氢能企业可以帮助光伏解决原本光伏发电的弃电问题。据2021上半年数据显示,全国光伏产业弃光约为0.6亿千瓦时,平均弃光率2.1%。相关研究预计,2年内,随着光伏制氢项目的落地,全国弃光平均弃光率有望下降到1.2%以下。
光伏企业企业则解决了氢能电解水高昂的用电成本,朝着实现全面“绿氢”更进一步。电解水制氢,电力成本要占到总成本的50%以上。而传统的工业用电电力成本在0.6 kw/h,光伏发电所得电力的平均成本仅0.16kw/h。这样低廉的价格,让光伏制氢的成本甚至能和煤炭一较高下。
环境的大背景也在引导光伏制氢。2021年以来,全国各地紧密出来氢能源相关的政策。上海、北京等10余个省份发布规划,明确氢能产业发展目标。例如,在濮阳投资3000万元以上的氢能相关设备,当地政府就给予10%补助。
政策的鼓励让光伏企业跨界更为容易,光伏制氢前景十分巨大。
(图片来源:SETO 2020同行评议全体会议报告)
大幅落地的光伏制氢项目,解决了光伏弃电问题,但生产的氢气何去何从反倒成了难题。
这是由于我国氢能产业结构导致的。《2020中国氢能源及燃料电池产业白皮书》显示,我国氢能产业的区域集聚效应显著,已初步形成“东西南北中”的发展格局。
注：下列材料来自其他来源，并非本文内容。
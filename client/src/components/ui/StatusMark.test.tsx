import { describe, expect, it } from 'vitest';
import { render, screen } from '@testing-library/react';
import { StatusMark } from './StatusMark';
import { LineBar } from './LineBar';

describe('StatusMark', () => {
  it.each([
    ['out', 'Out'],
    ['limited', 'Limited'],
    ['full', 'Full'],
  ] as const)('names %s in words for assistive technology', (status, word) => {
    render(<StatusMark status={status} />);
    expect(screen.getByRole('img', { name: `Participation status: ${word}` })).toBeInTheDocument();
    expect(screen.getByText(word)).toBeInTheDocument();
  });

  it('draws a distinct shape per status, so it reads without colour', () => {
    const { container } = render(
      <>
        <StatusMark status="out" />
        <StatusMark status="limited" />
        <StatusMark status="full" />
      </>,
    );
    const shapes = [...container.querySelectorAll('svg')];
    expect(shapes.map((svg) => svg.getAttribute('data-shape'))).toEqual(['out', 'limited', 'full']);
    // Open square: outline only. Half: outline plus a half-height fill. Full: outline plus a full fill.
    expect(shapes.map((svg) => svg.querySelectorAll('rect').length)).toEqual([1, 2, 2]);
    expect(shapes[1].querySelectorAll('rect')[1].getAttribute('height')).toBe('6.5');
    expect(shapes[2].querySelectorAll('rect')[1].getAttribute('height')).toBe('13');
  });

  it('can explain the status in plain words', () => {
    render(<StatusMark status="limited" explain />);
    expect(screen.getByRole('img', { name: /Limited — training within the limits/ })).toBeInTheDocument();
  });
});

describe('LineBar', () => {
  it('shows the value under the line without alarm', () => {
    render(<LineBar label="Planned load" value={50} limit={60} unit="kg" />);
    const meter = screen.getByRole('meter', { name: 'Planned load' });
    expect(meter).toHaveAttribute('aria-valuenow', '50');
    expect(meter).toHaveAttribute('aria-valuetext', '50 kg, limit 60 kg');
    expect(screen.getByText('Limit 60 kg')).toBeInTheDocument();
    expect(meter.querySelector('[data-part="over"]')).toBeNull();
  });

  it('shows a breach as the bar crossing the line plus words', () => {
    render(<LineBar label="Planned load" value={72.5} limit={60} unit="kg" />);
    const meter = screen.getByRole('meter', { name: 'Planned load' });
    expect(meter.querySelector('[data-part="over"]')).not.toBeNull();
    expect(meter).toHaveAttribute('aria-valuetext', '72.5 kg, over the line by 12.5 kg (limit 60 kg)');
    expect(screen.getByText('Over the line by 12.5 kg — the limit is 60 kg')).toBeInTheDocument();
  });

  it('treats a value exactly on the line as within it', () => {
    render(<LineBar label="Hard sets this week" value={12} limit={12} />);
    expect(screen.getByRole('meter')).toHaveAttribute('aria-valuetext', '12, limit 12');
  });
});
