import { useId, useRef, type KeyboardEvent, type ReactNode } from 'react';
import { cx } from './cx';

export interface TabItem<K extends string> {
  key: K;
  label: string;
  panel: ReactNode;
}

/**
 * Tabs with the keyboard behaviour people expect (arrow keys move between tabs, Tab goes into the
 * panel). Only the chosen panel is rendered; the parent owns which one that is.
 */
export function Tabs<K extends string>({
  label,
  items,
  selected,
  onSelect,
}: {
  label: string;
  items: TabItem<K>[];
  selected: K;
  onSelect: (key: K) => void;
}) {
  const base = useId();
  const refs = useRef<Array<HTMLButtonElement | null>>([]);
  const current = items.find((i) => i.key === selected) ?? items[0];

  function onKeyDown(e: KeyboardEvent, index: number) {
    const step = e.key === 'ArrowRight' ? 1 : e.key === 'ArrowLeft' ? -1 : 0;
    const to = e.key === 'Home' ? 0 : e.key === 'End' ? items.length - 1 : (index + step + items.length) % items.length;
    if (step === 0 && e.key !== 'Home' && e.key !== 'End') return;
    e.preventDefault();
    onSelect(items[to].key);
    refs.current[to]?.focus();
  }

  return (
    <div>
      <div role="tablist" aria-label={label} className="flex gap-1 overflow-x-auto border-b border-rule">
        {items.map((item, i) => {
          const active = item.key === current.key;
          return (
            <button
              key={item.key}
              ref={(el) => {
                refs.current[i] = el;
              }}
              type="button"
              role="tab"
              id={`${base}-tab-${item.key}`}
              aria-selected={active}
              aria-controls={`${base}-panel`}
              tabIndex={active ? 0 : -1}
              onClick={() => onSelect(item.key)}
              onKeyDown={(e) => onKeyDown(e, i)}
              className={cx(
                '-mb-px min-h-10 border-b-4 px-3 text-sm font-semibold whitespace-nowrap',
                active ? 'border-line text-ink' : 'border-transparent text-ink-2 hover:border-rule-strong',
              )}
            >
              {item.label}
            </button>
          );
        })}
      </div>
      <div
        role="tabpanel"
        id={`${base}-panel`}
        aria-labelledby={`${base}-tab-${current.key}`}
        tabIndex={0}
        className="pt-4 focus:outline-none focus-visible:outline-3"
      >
        {current.panel}
      </div>
    </div>
  );
}
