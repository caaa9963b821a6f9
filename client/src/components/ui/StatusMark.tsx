import { cx } from './cx';

/** Participation status, drawn as a word plus a shape so it reads in greyscale and without colour. */
export type ParticipationStatus = 'out' | 'limited' | 'full';

export const STATUS_WORDS: Record<ParticipationStatus, string> = {
  out: 'Out',
  limited: 'Limited',
  full: 'Full',
};

const STATUS_MEANING: Record<ParticipationStatus, string> = {
  out: 'no training until the clinician says so',
  limited: 'training within the limits the clinician set',
  full: 'cleared for full training',
};

function Shape({ status, size }: { status: ParticipationStatus; size: number }) {
  // An open square is empty, a half-filled square is filled from the bottom, a full one is solid.
  return (
    <svg width={size} height={size} viewBox="0 0 16 16" aria-hidden="true" focusable="false" data-shape={status}>
      <rect x="1.5" y="1.5" width="13" height="13" fill="none" stroke="currentColor" strokeWidth="2" />
      {status === 'limited' && <rect x="1.5" y="8" width="13" height="6.5" fill="currentColor" />}
      {status === 'full' && <rect x="1.5" y="1.5" width="13" height="13" fill="currentColor" />}
    </svg>
  );
}

export interface StatusMarkProps {
  status: ParticipationStatus;
  size?: 'sm' | 'lg';
  /** Adds a plain-words line under the status word. */
  explain?: boolean;
  className?: string;
}

export function StatusMark({ status, size = 'sm', explain, className }: StatusMarkProps) {
  const word = STATUS_WORDS[status];
  return (
    <span
      role="img"
      aria-label={`Participation status: ${word}${explain ? ` — ${STATUS_MEANING[status]}` : ''}`}
      className={cx('inline-flex items-center gap-1.5 font-semibold text-ink', size === 'lg' && 'text-lg', className)}
    >
      <Shape status={status} size={size === 'lg' ? 22 : 14} />
      <span>
        {word}
        {explain && <span className="block text-sm font-normal text-ink-2">{STATUS_MEANING[status]}</span>}
      </span>
    </span>
  );
}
具体而言,北上广及江苏是氢能源相关应用的主要地区;河北、山东是用氢大户,化工行业氢气消耗我国氢气产量的25%;四川则是可再生能源制氢和燃料电池电堆研发的重点地区。
然而,我国光伏制氢巧妙地避开了这些地方。
众所周知,大规模光伏发电要选址在平均日照长的地方,以增加光伏发电设备利用率,故西南、西北等区成了光伏发电集中地。如甘肃兰州新区的液态太阳能燃料合成示范工程项目、山西大同的中国大唐6MG光伏就地制氢科技示范项目、山西运城的阳光能源光伏制氢项目等。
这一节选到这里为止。